Under this provision, it is possible for an individual member to leave their UKCP organisation and register directly with UKCP as a direct member via their college. This provision was introduced as part of an expansion of what you could call 'members' rights'. It was felt wrong to enable organisations to keep their members in perpetual membership in order to retain UKCP registration. And there was some concern for members who were irremediably at odds with their organisation on non-clinical grounds. Shouldn't they be set free, so to speak?
The problem is that direct membership raises a spectre of people leaving their organisation, and that would undermine or even damage the organisational members. This is a realistic fear if (a) lots of people seem inclined to become direct members and (b) UKCP were seen to be encouraging direct membership.

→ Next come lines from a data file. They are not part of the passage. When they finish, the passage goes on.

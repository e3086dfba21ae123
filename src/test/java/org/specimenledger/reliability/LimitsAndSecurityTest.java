package org.specimenledger.reliability;

import static org.assertj.core.api.Assertions.assertThat;

import java.io.ByteArrayInputStream;
import java.net.URI;
import java.net.http.HttpClient;
import java.net.http.HttpRequest;
import java.net.http.HttpResponse;
import java.nio.charset.StandardCharsets;
import java.nio.file.Files;
import java.nio.file.Path;
import java.util.Base64;
import java.util.Map;
import java.util.UUID;
import java.util.regex.Matcher;
import java.util.regex.Pattern;
import javax.sql.DataSource;
import org.junit.jupiter.api.Test;
import org.specimenledger.testsupport.IntegrationTest;
import org.specimenledger.testsupport.TestAccounts;
import org.springframework.beans.factory.annotation.Autowired;
import org.springframework.jdbc.core.JdbcTemplate;

/**
 * Limits over real HTTP at their edges, and the security basics: how passwords are kept, what a failed
 * sign-in says, the headers on every answer, a disabled account refused at once even though its password
 * check is remembered, and no secret written into the configuration.
 */
class LimitsAndSecurityTest extends IntegrationTest {

    private static final int ONE_MB = 1024 * 1024;

    @Autowired
    DataSource dataSource;

    private Wire manager() {
        return new Wire("http://127.0.0.1:" + port, TestAccounts.MANAGER, TestAccounts.PASSWORD);
    }

    /** A JSON body of exactly n bytes: a customer whose address is padded with spaces. */
    private static byte[] bodyOf(int n) {
        String head = "{\"name\":\"Limit Customer " + UUID.randomUUID() + "\",\"address\":\"";
        String tail = "\"}";
        return (head + " ".repeat(n - head.length() - tail.length()) + tail).getBytes(StandardCharsets.UTF_8);
    }

    @Test
    void aJsonBodyOfExactlyOneMegabyteIsReadAndOneByteMoreIs413() {
        Wire.Answer atLimit = manager().send("POST", "/api/v1/customers", "application/json", bodyOf(ONE_MB));
        // read and judged by the rules (the address is too long), not refused for its size
        assertThat(atLimit.status()).as(atLimit.toString()).isEqualTo(422);
        Wire.Answer over = manager().send("POST", "/api/v1/customers", "application/json", bodyOf(ONE_MB + 1));
        assertThat(over.status()).isEqualTo(413);
        assertThat(over.contentType()).startsWith("application/problem+json");
        assertThat(over.json().get("limitBytes").asLong()).isEqualTo(ONE_MB);
    }

    @Test
    void aChunkedBodyWithoutLengthIsCutAtTheLimit() throws Exception {
        byte[] body = bodyOf(ONE_MB + 10);
        HttpRequest request = HttpRequest.newBuilder(URI.create("http://127.0.0.1:" + port + "/api/v1/customers"))
                .header("Authorization", basic(TestAccounts.MANAGER, TestAccounts.PASSWORD))
                .header("Content-Type", "application/json")
                .POST(HttpRequest.BodyPublishers.ofInputStream(() -> new ByteArrayInputStream(body))).build();
        HttpResponse<String> r = HttpClient.newHttpClient().send(request, HttpResponse.BodyHandlers.ofString());
        assertThat(r.statusCode()).isEqualTo(413);
        assertThat(r.headers().firstValue("Content-Type").orElse("")).startsWith("application/problem+json");
    }

    @Test
    void passwordsAreKeptAsBcryptHashesOnly() {
        JdbcTemplate jdbc = new JdbcTemplate(dataSource);
        for (Map<String, Object> row : jdbc.queryForList("select username, password_hash from account")) {
            String hash = (String) row.get("password_hash");
            assertThat(hash).as("hash of " + row.get("username")).startsWith("{bcrypt}$2");
            assertThat(hash).doesNotContain(TestAccounts.PASSWORD);
        }
    }

    @Test
    void aFailedSignInSaysTheSameForAnUnknownUserAndAWrongPassword() {
        Wire unknown = new Wire("http://127.0.0.1:" + port, "nobody-" + UUID.randomUUID(), "whatever-password");
        Wire wrong = new Wire("http://127.0.0.1:" + port, TestAccounts.MANAGER, "not-the-password");
        Wire.Answer a = unknown.get("/api/v1/customers");
        Wire.Answer b = wrong.get("/api/v1/customers");
        assertThat(a.status()).isEqualTo(401);
        assertThat(b.status()).isEqualTo(401);
        assertThat(a.body()).isEqualTo(b.body());
        assertThat(a.headers().firstValue("WWW-Authenticate")).contains(b.headers().firstValue("WWW-Authenticate").get());
    }

    @Test
    void everyAnswerCarriesTheSecurityHeaders() {
        for (Wire.Answer a : new Wire.Answer[] {manager().get("/api/v1/customers"), manager().get("/api/v1/no-such"),
                new Wire("http://127.0.0.1:" + port, null, null).get("/api/v1/customers")}) {
            assertThat(a.headers().firstValue("X-Content-Type-Options")).as(a.toString()).contains("nosniff");
            assertThat(a.headers().firstValue("X-Frame-Options")).as(a.toString()).contains("DENY");
            assertThat(a.headers().firstValue("Cache-Control").orElse("")).as(a.toString()).contains("no-store");
            assertThat(a.headers().firstValue("Set-Cookie")).as("the API keeps no session").isEmpty();
        }
    }

    @Test
    void aDisabledAccountIsRefusedAtOnceThoughItsPasswordCheckIsRemembered() {
        String username = "limits-" + UUID.randomUUID().toString().substring(0, 8);
        var opened = as(TestAccounts.MANAGER).post("/api/v1/accounts", Map.of("username", username,
                "displayName", "Short-lived Technician", "password", TestAccounts.PASSWORD, "role", "TECHNICIAN"));
        assertThat(opened.status()).isEqualTo(201);
        Wire user = new Wire("http://127.0.0.1:" + port, username, TestAccounts.PASSWORD);
        assertThat(user.get("/api/v1/accounts/me").status()).isEqualTo(200);
        assertThat(user.get("/api/v1/accounts/me").status()).isEqualTo(200);
        var disabled = as(TestAccounts.MANAGER).post("/api/v1/accounts/" + opened.id() + "/disable",
                Map.of("reason", "left the laboratory"));
        assertThat(disabled.status()).isEqualTo(200);
        assertThat(user.get("/api/v1/accounts/me").status()).isEqualTo(401);
    }

    @Test
    void secretsComeOnlyFromTheEnvironment() throws Exception {
        String config = Files.readString(Path.of("src/main/resources/application.yml"));
        Matcher m = Pattern.compile("(?im)^[ \\t]*([a-z-]*(password|secret|private-key|token)[a-z-]*):[ \\t]*(\\S.*)$")
                .matcher(config);
        int seen = 0;
        while (m.find()) {
            seen++;
            assertThat(m.group(3).trim()).as(m.group(1) + " must be an environment placeholder").startsWith("${");
        }
        assertThat(seen).isGreaterThan(0);
    }

    private static String basic(String user, String password) {
        return "Basic " + Base64.getEncoder().encodeToString((user + ":" + password).getBytes(StandardCharsets.UTF_8));
    }
}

I want to stress that, though we have informed you about the direct membership route in membership renewal documents, UKCP certainly does not recommend it. Psychotherapists and psychotherapeutic counsellors need to belong to home-base or even tribal organisations. And, in time, we will have to introduce some sort of financial system to help colleges manage their direct members. So, if saving money is the goal in becoming a direct member, you might not achieve it! And, if you do decide to follow the direct member route, you will have to find a way to get re-accredited every five years (which might cost quite a lot) and be sure to keep your CPD levels high. You will also be subject to random audit.

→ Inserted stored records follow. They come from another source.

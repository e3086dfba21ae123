package org.specimenledger.reliability;

import static org.assertj.core.api.Assertions.assertThat;

import java.nio.file.Files;
import java.nio.file.Path;
import java.time.Duration;
import java.util.ArrayList;
import java.util.List;
import java.util.Random;
import java.util.concurrent.atomic.AtomicBoolean;
import org.junit.jupiter.api.Test;
import org.postgresql.ds.PGSimpleDataSource;

/**
 * Kills the service with SIGKILL at random moments while technicians register runs, upload curves and
 * re-analyse them; after every restart the {@link Invariants} must hold: the ledger verifies, nothing is
 * half-stored, and every acknowledged write is there. A lab manager drafts and issues certificates alongside; one
 * kill in four comes only after an issue was acknowledged. Quick mode: 3 kills. Full mode
 * ({@code -Dreliability.full=true}): {@code reliability.kills} kills, 50 unless set.
 */
class CrashRestartTest {

    private static final int KILLS = Integer.getInteger("reliability.kills", HostileInputTest.FULL ? 50 : 3);
    private static final long SEED = Long.getLong("reliability.seed", 20261202L);

    @Test
    void nothingAcknowledgedIsLostAndNothingIsHalfStoredAfterSigkill() throws Exception {
        Path dir = Files.createTempDirectory("ledger-crash");
        Random random = new Random(SEED);
        List<String> broken = new ArrayList<>();
        LabWorkload work = new LabWorkload();
        try (ScratchDatabase db = new ScratchDatabase(AdminDatabase.url(), "ledger_crash");
                ServiceProcess service = new ServiceProcess(dir, db.url())) {
            PGSimpleDataSource ds = db.dataSource();
            int killsDuringIssue = 0;
            for (int kill = 0; kill <= KILLS; kill++) {
                service.start(Duration.ofMinutes(3));
                for (String p : Invariants.check(ds, work.acknowledged)) {
                    broken.add("after restart " + kill + ": " + p);
                }
                if (kill == KILLS) {
                    break;
                }
                AtomicBoolean stop = new AtomicBoolean();
                List<Thread> workers = new ArrayList<>();
                for (int w = 0; w < 2; w++) {
                    Thread t = new Thread(() -> work.technician(service.port(), stop), "technician-" + w);
                    t.start();
                    workers.add(t);
                }
                Thread m = new Thread(() -> work.manager(service.port(), stop), "manager");
                m.start();
                workers.add(m);
                if (kill % 4 == 1) {
                    // one kill in four waits for an issue and an upload to be acknowledged first, so that issued
                    // certificates and stored curves (not only interrupted requests) must survive the restarts, on
                    // a slow machine too, and the certificate numbers must stay contiguous
                    long before = work.issues.get();
                    long uploadsBefore = work.uploads.get();
                    long giveUp = System.nanoTime() + Duration.ofSeconds(90).toNanos();
                    while ((work.issues.get() == before || work.uploads.get() == uploadsBefore)
                            && System.nanoTime() < giveUp) {
                        Thread.sleep(50);
                    }
                    Thread.sleep(random.nextInt(3000));
                } else {
                    // a random moment: while benches are set up, during uploads, or deep into the run
                    Thread.sleep(1500 + random.nextInt(6000));
                }
                if (work.issueInFlight.get()) {
                    killsDuringIssue++;
                }
                service.kill();
                work.issueInFlight.set(false);
                stop.set(true);
                for (Thread t : workers) {
                    t.join(30_000);
                }
            }
            System.out.printf("[reliability] crash and restart: %d SIGKILLs, %d uploads acknowledged, %d writes "
                    + "acknowledged in all, %d certificate issues acknowledged (%d certificates stored, %d kills during an issue request), %d ledger events, "
                    + "%d server errors, %d broken invariants%n", KILLS,
                    work.uploads.get(), work.acknowledgedCount(), work.issues.get(), Invariants.certificates(ds), killsDuringIssue,
                    Invariants.events(ds), work.serverErrors.size(),
                    broken.size());
        }
        assertThat(broken).as("invariants after SIGKILL and restart").isEmpty();
        assertThat(work.serverErrors).as("5xx answers while running").isEmpty();
        assertThat(work.uploads.get()).as("uploads acknowledged between kills").isPositive();
        if (KILLS >= 2) {
            assertThat(work.issues.get()).as("certificate issues acknowledged between kills").isPositive();
        }
    }
}
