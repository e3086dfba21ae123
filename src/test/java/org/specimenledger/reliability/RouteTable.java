package org.specimenledger.reliability;

import java.util.ArrayList;
import java.util.Comparator;
import java.util.List;
import java.util.Map;
import java.util.Set;
import org.springframework.web.bind.annotation.RequestMethod;
import org.springframework.web.method.HandlerMethod;
import org.springframework.web.servlet.mvc.method.RequestMappingInfo;
import org.springframework.web.servlet.mvc.method.annotation.RequestMappingHandlerMapping;

/** The service's own HTTP endpoints as the running application maps them, in a stable order. */
final class RouteTable {

    /** One method on one path pattern, with the handler that answers it. */
    record Route(String method, String pattern, HandlerMethod handler, boolean multipart) {
    }

    private final List<Route> routes;

    private RouteTable(List<Route> routes) {
        this.routes = routes;
    }

    static RouteTable of(RequestMappingHandlerMapping mapping) {
        List<Route> out = new ArrayList<>();
        for (Map.Entry<RequestMappingInfo, HandlerMethod> e : mapping.getHandlerMethods().entrySet()) {
            HandlerMethod handler = e.getValue();
            if (!handler.getBeanType().getPackageName().startsWith("org.specimenledger")) {
                continue;
            }
            boolean multipart = e.getKey().getConsumesCondition().getConsumableMediaTypes().stream()
                    .anyMatch(t -> t.getSubtype().equals("form-data"));
            Set<RequestMethod> methods = e.getKey().getMethodsCondition().getMethods();
            for (String pattern : e.getKey().getPatternValues()) {
                for (RequestMethod method : methods.isEmpty() ? Set.of(RequestMethod.GET) : methods) {
                    out.add(new Route(method.name(), pattern, handler, multipart));
                }
            }
        }
        out.sort(Comparator.comparing(Route::pattern).thenComparing(Route::method));
        return new RouteTable(List.copyOf(out));
    }

    /** Every route of the service. */
    List<Route> api() {
        return routes;
    }
}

In fact, there have only been a tiny number of applications to become a direct member. The main exceptions are (a) when one of our organisations went bankrupt and their members need immediate accommodation; and (b) in one of our colleges there is only one organisation and so everyone is registered as a direct member. Otherwise, a sort of collective wisdom has prevailed and people are not taking what could be a very damaging step.
The corollary is that it behove organisations to give members value for money!
Closing remarks
Much to be done. A lot of mistakes made. But look at some of what has been achieved, in no particular order: an agreed set of radical strategic objectives; regular open forums with webconferencing; expansion of the diversity remit to include climate change and Black Men on the Couch; major regulatory innovations (see above on new registers); successful computerisation (now) of membership processes; very robust financial health; emergence of UKCP as the leading organisation on a range of issues: NICE, psychotherapy in the NHS, protection of the rights of sexual minorities; taking a leading role in the co-creation of assured voluntary regulation under the Council for Healthcare Regulatory Excellence/ professional Standards Authority. (Not an exhaustive list.)

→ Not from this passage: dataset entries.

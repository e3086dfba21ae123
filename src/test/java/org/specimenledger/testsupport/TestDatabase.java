package org.specimenledger.testsupport;

import java.io.IOException;
import java.nio.file.Files;
import java.nio.file.Path;
import java.sql.Connection;
import java.sql.DriverManager;
import java.sql.SQLException;
import java.time.LocalDateTime;
import java.time.format.DateTimeFormatter;
import java.util.concurrent.ThreadLocalRandom;
import org.specimenledger.system.EmbeddedPostgresServer;

/**
 * A fresh PostgreSQL database for this test run, so that runs never see each other's rows: on the
 * server named by {@code LEDGER_TEST_DB_URL} (CI, a developer's machine), otherwise on an embedded
 * server started for the run. Dropped when the JVM ends.
 */
public final class TestDatabase {

    private static String url;

    private TestDatabase() {
    }

    public static synchronized String url() {
        if (url == null) {
            url = create();
        }
        return url;
    }

    private static String create() {
        String name = "ledger_test_" + LocalDateTime.now().format(DateTimeFormatter.ofPattern("yyyyMMddHHmmss"))
                + "_" + Integer.toHexString(ThreadLocalRandom.current().nextInt(0x100000, 0xFFFFFF));
        String admin = System.getenv("LEDGER_TEST_DB_URL");
        if (admin == null || admin.isBlank()) {
            admin = startEmbedded();
        }
        String adminUrl = admin;
        execute(adminUrl, "CREATE DATABASE " + name + " ENCODING 'UTF8'");
        Runtime.getRuntime().addShutdownHook(new Thread(() -> {
            try {
                execute(adminUrl, "DROP DATABASE IF EXISTS " + name + " WITH (FORCE)");
            } catch (RuntimeException ignored) {
                // the server may already be gone (embedded) — nothing is left to clean then
            }
        }));
        return withDatabase(adminUrl, name);
    }

    private static String startEmbedded() {
        try {
            Path dir = Files.createTempDirectory("ledger-test-pg");
            EmbeddedPostgresServer server = EmbeddedPostgresServer.start(dir.resolve("data"), 0);
            Runtime.getRuntime().addShutdownHook(new Thread(server::close));
            return server.jdbcUrl("postgres");
        } catch (IOException e) {
            throw new IllegalStateException("could not make a folder for the embedded test database", e);
        }
    }

    /** Replaces the database name in a JDBC URL, keeping host, port and query parameters. */
    static String withDatabase(String jdbcUrl, String database) {
        int query = jdbcUrl.indexOf('?');
        String base = query < 0 ? jdbcUrl : jdbcUrl.substring(0, query);
        String params = query < 0 ? "" : jdbcUrl.substring(query);
        int slash = base.indexOf('/', "jdbc:postgresql://".length());
        String hostPart = slash < 0 ? base : base.substring(0, slash);
        return hostPart + "/" + database + params;
    }

    private static void execute(String jdbcUrl, String sql) {
        try (Connection c = DriverManager.getConnection(jdbcUrl); var s = c.createStatement()) {
            s.execute(sql);
        } catch (SQLException e) {
            throw new IllegalStateException("could not run '" + sql + "' on " + jdbcUrl, e);
        }
    }
}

And we have not split apart. I think the most interesting achievement of my time in office was something that didn't actually happen! I'm referring to UKCP's working through of the issues involved in HPC regulation, and the Board's policy, based on consensus, that we would set up a system of alternative professional accountability for the minority who would refuse to register with HPC. As I say, we didn't need to do it. But how proud it made me feel that UKCP emerged as an organisation where the majority found a way - with integrity and transparency - to honour the wishes of a minority.
That's all for my final Bulletin. It is written with heartfelt thanks to colleagues in the office, the leads', and the membership, and especially to my friend David. And with apologies to those I have hurt or offended.
I hope you will all join us, either in person or virtually, on 17 March.